When I was in twelfth-grade, my literature teacher Mrs. Tovey gave the class an assignment: write a sonnet.

A sonnet is a writing form with very specific parameters. It must be no more and no less than fourteen lines, written in iambic pentameter -- an “iambus” means every second syllable is emphasized, and “pentameter” means precisely ten syllables on each line. There’s a rhyme scheme of ABAB for the first three quatrains (we plebes would call them “stanzas”), then a couplet for the last two.

It was a tough assignment, even for those of us with rich experience composing Color War theme songs. There were so many limitations: The mandatory ten syllables on each line. The unbending, inflexible rhyme scheme. And that iambus. I don’t know if any shining masterpieces resulted from the assignment.

But it was a good exercise for life.

Structure, strictures, and limitations are part of our existence here on earth. As frum Jews, we know they’re vital. Beyond that, they’re part of any productive, courteous citizen’s functioning; essential in the workplace; imperative when building a home, designing a kitchen, or ordering furniture.

The place where you don’t expect them to be helpful is when it comes to creative output. Most of us envision creativity as the fruit of unfettered possibility.
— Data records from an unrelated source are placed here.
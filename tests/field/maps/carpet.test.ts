/**
 * Carpet (ground-plane) maps: a bump on the bottom side of a rectangle, virtual rectangle = the
 * rectangle itself (Li & Pendry, "Hiding under the carpet: a new strategy for cloaking",
 * Phys. Rev. Lett. 101, 203901 (2008)). Identities and invariants, plus the index range of a
 * smooth bump against a published design.
 */
import { describe, it, expect } from "vitest";
import fc from "fast-check";
import { expectClose } from "../../helpers/close.js";
import { computeTensorField } from "../../../src/field/computeTensorField.js";
import { quasiConformal } from "../../../src/field/transforms/quasiConformal.js";
import type { FieldDesign, QuasiConformalSpec } from "../../../src/field/transformSpec.js";

const W = 12, H = 3;
/** cos² bump of height h and width w centred at c (zero outside), as a graph side. */
const bump = (h: number, w: number, c = 0): QuasiConformalSpec["sides"]["bottom"] => ({
  kind: "graph", text: "bump", f: (x) => (Math.abs(x - c) < w / 2 ? h * Math.cos((Math.PI * (x - c)) / w) ** 2 : 0),
});
const carpet = (h: number, w: number, nodes: [number, number] = [97, 25], fit: "none" | "module" = "none", c = 0): QuasiConformalSpec => ({
  kind: "quasi-conformal", rectangle: { minM: [-W / 2, 0], maxM: [W / 2, H] }, fit, nodes,
  sides: { bottom: bump(h, w, c), right: { kind: "straight" }, top: { kind: "straight" }, left: { kind: "straight" } },
});
const design = (spec: QuasiConformalSpec, eps = 1): FieldDesign => ({
  name: "carpet", sourcePath: "carpet.json", background: { eps, mu: 1 }, transform: spec, grid: { pitchM: 0.25 },
});

describe("carpet maps", () => {
  it("a flat bump gives the identity: K = I, ε′ = μ′ = background everywhere", () => {
    const t = quasiConformal(carpet(0, 4));
    const m = t.computedMap!;
    expectClose(m.conformalModule!, H / W, { rel: 1e-12, label: "module of the rectangle" });
    expectClose(m.maxAnisotropy, 1, { abs: 1e-9, label: "anisotropy" });
    const f = computeTensorField(design(carpet(0, 4), 2.25));
    for (let c = 0; c < f.grid.count; c++) {
      expectClose([f.eps.xx[c], f.eps.yy[c], f.eps.zz[c], f.eps.xy[c]], [2.25, 2.25, 2.25, 0], { abs: 1e-9, label: `cell ${c}` });
      expectClose([f.mu.xx[c], f.mu.yy[c], f.mu.zz[c]], [1, 1, 1], { abs: 1e-9, label: `mu cell ${c}` });
    }
  });

  it("the anisotropy falls as the bump flattens, like the module mismatch, and vanishes with fit = module", () => {
    const heights = [0.8, 0.4, 0.2, 0.1];
    const a = heights.map((h) => quasiConformal(carpet(h, 4)).computedMap!);
    for (let k = 1; k < a.length; k++) expect(a[k].maxAnisotropy).toBeLessThan(a[k - 1].maxAnisotropy);
    // continuum: every cell has σ₁/σ₂ = (H/W)/M (the module mismatch); the area mean follows it
    // to a tenth of the error estimate, the max (found at the bump's ends, where its curvature jumps) within the map's own
    // Jacobian error estimate
    for (const m of a) {
      const mismatch = m.virtualAspect! / m.conformalModule!;
      expectClose(m.maxAnisotropy, mismatch, { rel: m.jacobianErrorEstimate, label: "max anisotropy vs aspect/module" });
      expect(Math.abs(m.meanAnisotropy - mismatch)).toBeLessThan(0.1 * m.jacobianErrorEstimate * mismatch);
    }
    const fitted = quasiConformal(carpet(0.4, 4, [97, 25], "module")).computedMap!;
    expect(fitted.maxAnisotropy).toBeLessThan(1 + fitted.jacobianErrorEstimate);
    expect(Math.abs(fitted.meanAnisotropy - 1)).toBeLessThan(0.1 * fitted.jacobianErrorEstimate);
    expect(fitted.maxAnisotropy).toBeLessThan(a[1].maxAnisotropy);
  });

  it("a smooth bump's index range lies inside a published carpet design's range", () => {
    // Liu, Ji, Mock, Chin, Cui, Smith, "Broadband ground-plane cloak", Science 323, 366 (2009):
    // index from 1.08 to 1.67 in a background of about 1.33 (from memory; the paper's values).
    // The paper's bump proportions are not known to us, so we take a gentle cos² bump (h/w = 0.05,
    // domain height 3/4 of the bump width) in the same background and require its index
    // n = n_b √det K (isotropic reduction, E along z) to stay inside the published range. A bump
    // twice as tall (h/w = 0.1) would reach n ≈ 1.87: outside, as the published design is gentler.
    const nb = 1.33;
    const f = computeTensorField(design(carpet(0.2, 4), nb * nb));
    let lo = Infinity, hi = -Infinity;
    for (let c = 0; c < f.grid.count; c++) {
      const n = Math.sqrt(f.eps.zz[c]);
      lo = Math.min(lo, n); hi = Math.max(hi, n);
    }
    expect(lo).toBeGreaterThanOrEqual(1.08);
    expect(hi).toBeLessThanOrEqual(1.67);
    expect(hi - lo).toBeGreaterThan(0.05); // a real bump, not the identity
  });

  it("fast-check: random smooth bumps → det J > 0 everywhere and ε′ symmetric positive definite", () => {
    fc.assert(fc.property(
      fc.double({ min: 0.05, max: 1.5, noNaN: true }), fc.double({ min: 1.5, max: 8, noNaN: true }), fc.double({ min: -1.5, max: 1.5, noNaN: true }),
      (h, w, c) => {
        const f = computeTensorField(design(carpet(h, w, [49, 17], "none", c)));
        expect(f.grid.count).toBeGreaterThan(50);
        for (let q = 0; q < f.grid.count; q++) {
          expect(f.detJ[q]).toBeGreaterThan(0);
          const xx = f.eps.xx[q], yy = f.eps.yy[q], xy = f.eps.xy[q];
          expect(xx).toBeGreaterThan(0);
          expect(xx * yy - xy * xy).toBeGreaterThan(0);
          expect(f.eps.zz[q]).toBeGreaterThan(0);
          expect(f.epsPrincipal[0][q]).toBeGreaterThan(0);
        }
      }), { seed: 1102, numRuns: 12 });
  });

  it("interpolation between cells agrees with a finer solve within the reported error estimate", () => {
    const coarse = quasiConformal(carpet(0.4, 4, [97, 25])), fine = quasiConformal(carpet(0.4, 4, [193, 49]));
    const est = coarse.computedMap!.jacobianErrorEstimate;
    expect(est).toBeGreaterThan(0);
    expect(est).toBeLessThan(1e-2);
    const a = new Float64Array(9), b = new Float64Array(9);
    let worst = 0;
    for (const [x, y] of [[0.13, 0.9], [-1.37, 0.41], [2.71, 1.3], [0.5, 2.2], [-4.1, 0.2]]) {
      coarse.jacobianK(a, x, y, 0); fine.jacobianK(b, x, y, 0);
      worst = Math.max(worst, Math.hypot(a[0] - b[0], a[1] - b[1], a[3] - b[3], a[4] - b[4]) / Math.hypot(b[0], b[1], b[3], b[4]));
    }
    // the estimate is a max over all solver cells; these probes must be within it (×1.5 for the fine map's own error)
    expect(worst).toBeLessThan(1.5 * est);
  });
});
We assume the creative cook shines when every ingredient can easily be sourced, the designer does his best work when hundreds of bolts of fabric are available to him, the composer synthesizes the most sublime melodies when she can use any tone, rhythm, or melodic structure.

But often too much possibility stunts creativity. When you can do anything, when every avenue beckons, the open-ended opportunity becomes overwhelming.
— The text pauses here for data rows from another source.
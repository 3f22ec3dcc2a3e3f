/**
 * A catalog material: a dispersion model with its parameters, the band where the model holds,
 * and where the numbers come from. Evaluation is pure.
 */
import { cAbs, type Complex, ONE, refractiveIndex } from "../core/complex.js";
import { ProgrammerError } from "../core/errors.js";
import type { DispersionModelId, DispersionParams } from "./dispersion/dispersionModel.js";
import { DISPERSION_MODELS } from "./dispersion/registry.js";

/** Material classes, as in the catalog's `class` column (cells and processes match on these words). */
export const MATERIAL_CLASSES = ["polymer", "resin", "laminate", "glass", "ceramic", "semiconductor", "metal", "liquid", "gas"] as const;
export type MaterialClass = (typeof MATERIAL_CLASSES)[number];

export interface Material {
  /** short lower-case id: "ptfe", "alumina-96" */
  id: string;
  /** generic name: "PTFE", "alumina 96 %" */
  name: string;
  class: MaterialClass;
  model: DispersionModelId;
  /** model parameters with SI names (see src/media/dispersion/) */
  params: DispersionParams;
  /** band where the model and its numbers hold, Hz */
  validMinHz: number;
  validMaxHz: number;
  /** publication, handbook, "common practice" or "from memory" */
  source: string;
  /** relative permeability (1 when absent) */
  mu?: Complex;
  /** DC conductivity in S/m (metals; for wire and ring losses), when known */
  conductivitySPerM?: number;
}

export interface MaterialValue {
  eps: Complex;
  mu: Complex;
  /** ε''/|ε'| (= ε''/ε' for ε' > 0; kept non-negative for metals, where ε' < 0) */
  lossTangent: number;
  /** n = sqrt(εμ), Im n ≥ 0 */
  n: Complex;
  /** frequency inside [validMinHz, validMaxHz] */
  inRange: boolean;
  /** why the value should not be trusted (outside the valid range, not finite) */
  warning?: string;
}

function formatHz(hz: number): string {
  const units: [number, string][] = [[1e15, "PHz"], [1e12, "THz"], [1e9, "GHz"], [1e6, "MHz"], [1e3, "kHz"]];
  for (const [s, u] of units) if (Math.abs(hz) >= s) return `${Number((hz / s).toPrecision(4))} ${u}`;
  return `${Number(hz.toPrecision(4))} Hz`;
}

/**
 * ε, μ, tan δ and n of a material at frequencyHz (> 0, finite). Outside the model's valid range
 * the value is still computed but `inRange` is false and `warning` says so; a non-finite model
 * value (at a Sellmeier pole, say) also comes with a warning.
 * Throws ProgrammerError for a non-positive or non-finite frequency (validate at the edge).
 */
export function evaluateMaterial(m: Material, frequencyHz: number): MaterialValue {
  if (!(frequencyHz > 0) || !Number.isFinite(frequencyHz)) {
    throw new ProgrammerError("evaluateMaterial needs a finite frequency > 0", { frequencyHz });
  }
  const eps = DISPERSION_MODELS[m.model].evaluate(m.params, frequencyHz);
  const mu = m.mu ?? ONE;
  const n = refractiveIndex(eps, mu);
  const lossTangent = eps.re === 0 ? Infinity : eps.im / Math.abs(eps.re);
  const inRange = frequencyHz >= m.validMinHz && frequencyHz <= m.validMaxHz;
  const warnings: string[] = [];
  if (!inRange) {
    warnings.push(`${m.id}: ${formatHz(frequencyHz)} is outside the valid range ${formatHz(m.validMinHz)} – ${formatHz(m.validMaxHz)} of its ${m.model} model`);
  }
  if (!Number.isFinite(cAbs(eps))) warnings.push(`${m.id}: the ${m.model} model is not finite at ${formatHz(frequencyHz)}`);
  return { eps, mu, lossTangent, n, inRange, ...(warnings.length ? { warning: warnings.join("; ") } : {}) };
}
In real life, creativity emerges from constraints. The explosion of color and emotion that burst out of a classic symphony is actually governed by very strict rules. (And as firm as those rules may be, they are somehow flexible enough to elicit a huge range of music.) Some of the best writers build their pieces for an unforgiving word count. And many homes cooks can tell you their best ideas came when they only had five ingredients available.

Writers feel this dynamic keenly. Rare is the print medium that allows unlimited space; most writers work with the limitation of a finite word count. But there’s so much to say! So much time, thought, and research to distill! Sometimes you can get the extra page or two. But at other times, the strain to express it all in a tight space yields punchier phrasing. It fuels the hunt for that one active verb to replace a long flabby phrase. It forces a more creative approach.

Our design team faces constraints too. We try to stay away from very graphic images, but we also aim for artwork that speaks to readers’ emotions. How do you honor both considerations? We’ve published several pieces about Nazis over the years. How does a designer portray the horror when our readership is rightly sensitive about seeing faces of reshaim? When I think of the pieces we’ve done on national tragedies, or articles about avowed reshaim, I remember the powerful graphic elements that our team marshaled sans any gruesome close-ups. I remember the visual and emotional impact they created on the page. And I think how sometimes, when you’re facing four walls of constraints and limitations, the only way to grow is by forcing yourself upward.